Would you retype each record exactly as given?

-------- Material supplied

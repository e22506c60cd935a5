import { lazy, Suspense } from 'react';
import { useSearchParams } from 'react-router-dom';
import { Loading } from '#client/components/loading.tsx';
import type { DamAction } from '#shared/contract/actions.ts';
import type { DrawingDto, SheetDto } from '#shared/contract/drawings.ts';
import { SheetAndSections } from './sheet-and-sections.tsx';

const CleanUp = lazy(async () => ({
  default: (await import('#client/features/clean-up/components/clean-up.tsx')).CleanUp,
}));

interface SheetPartProps {
  drawing: DrawingDto;
  sheet: SheetDto;
  can: readonly DamAction[];
}

/** The sheet with its sections, or being cleaned up: the address says which, so that a reload keeps it. */
export function SheetPart({ drawing, sheet, can }: SheetPartProps) {
  const [search, setSearch] = useSearchParams();
  const go = (isCleaned: boolean) => {
    const next = new URLSearchParams(search);
    if (isCleaned) next.set('clean-up', 'yes');
    else next.delete('clean-up');
    setSearch(next);
  };
  const canCleanUp = can.includes('drawing.edit') && sheet.tiles.readyZoom === undefined;
  if (canCleanUp && search.has('clean-up')) {
    return (
      <Suspense fallback={<Loading />}>
        <CleanUp sheet={sheet} onBack={() => go(false)} />
      </Suspense>
    );
  }
  return (
    <SheetAndSections
      drawing={drawing}
      sheet={sheet}
      can={can}
      onCleanUp={canCleanUp ? () => go(true) : null}
    />
  );
}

----------------

Written solution
repository e22506c60cd935a5
import { lazy, Suspense } from 'react';
import { useSearchParams } from 'react-router-dom';
import { Loading } from '#client/components/loading.tsx';
import type { DamAction } from '#shared/contract/actions.ts';
import type { DrawingDto, SheetDto } from '#shared/contract/drawings.ts';
import { SheetAndSections } from './sheet-and-sections.tsx';

const CleanUp = lazy(async () => ({
  default: (await import('#client/features/clean-up/components/clean-up.tsx')).CleanUp,
}));

interface SheetPartProps {
  drawing: DrawingDto;
  sheet: SheetDto;
  can: readonly DamAction[];
}

/** The sheet with its sections, or being cleaned up: the address says which, so that a reload keeps it. */
export function SheetPart({ drawing, sheet, can }: SheetPartProps) {
  const [search, setSearch] = useSearchParams();
  const go = (isCleaned: boolean) => {
    const next = new URLSearchParams(search);
    if (isCleaned) next.set('clean-up', 'yes');
    else next.delete('clean-up');
    setSearch(next);
  };
  const canCleanUp = can.includes('drawing.edit') && sheet.tiles.readyZoom === undefined;
  if (canCleanUp && search.has('clean-up')) {
    return (
      <Suspense fallback={<Loading />}>
        <CleanUp sheet={sheet} onBack={() => go(false)} />
      </Suspense>
    );
  }
  return (
    <SheetAndSections
      drawing={drawing}
      sheet={sheet}
      can={can}
      onCleanUp={canCleanUp ? () => go(true) : null}
    />
  );
}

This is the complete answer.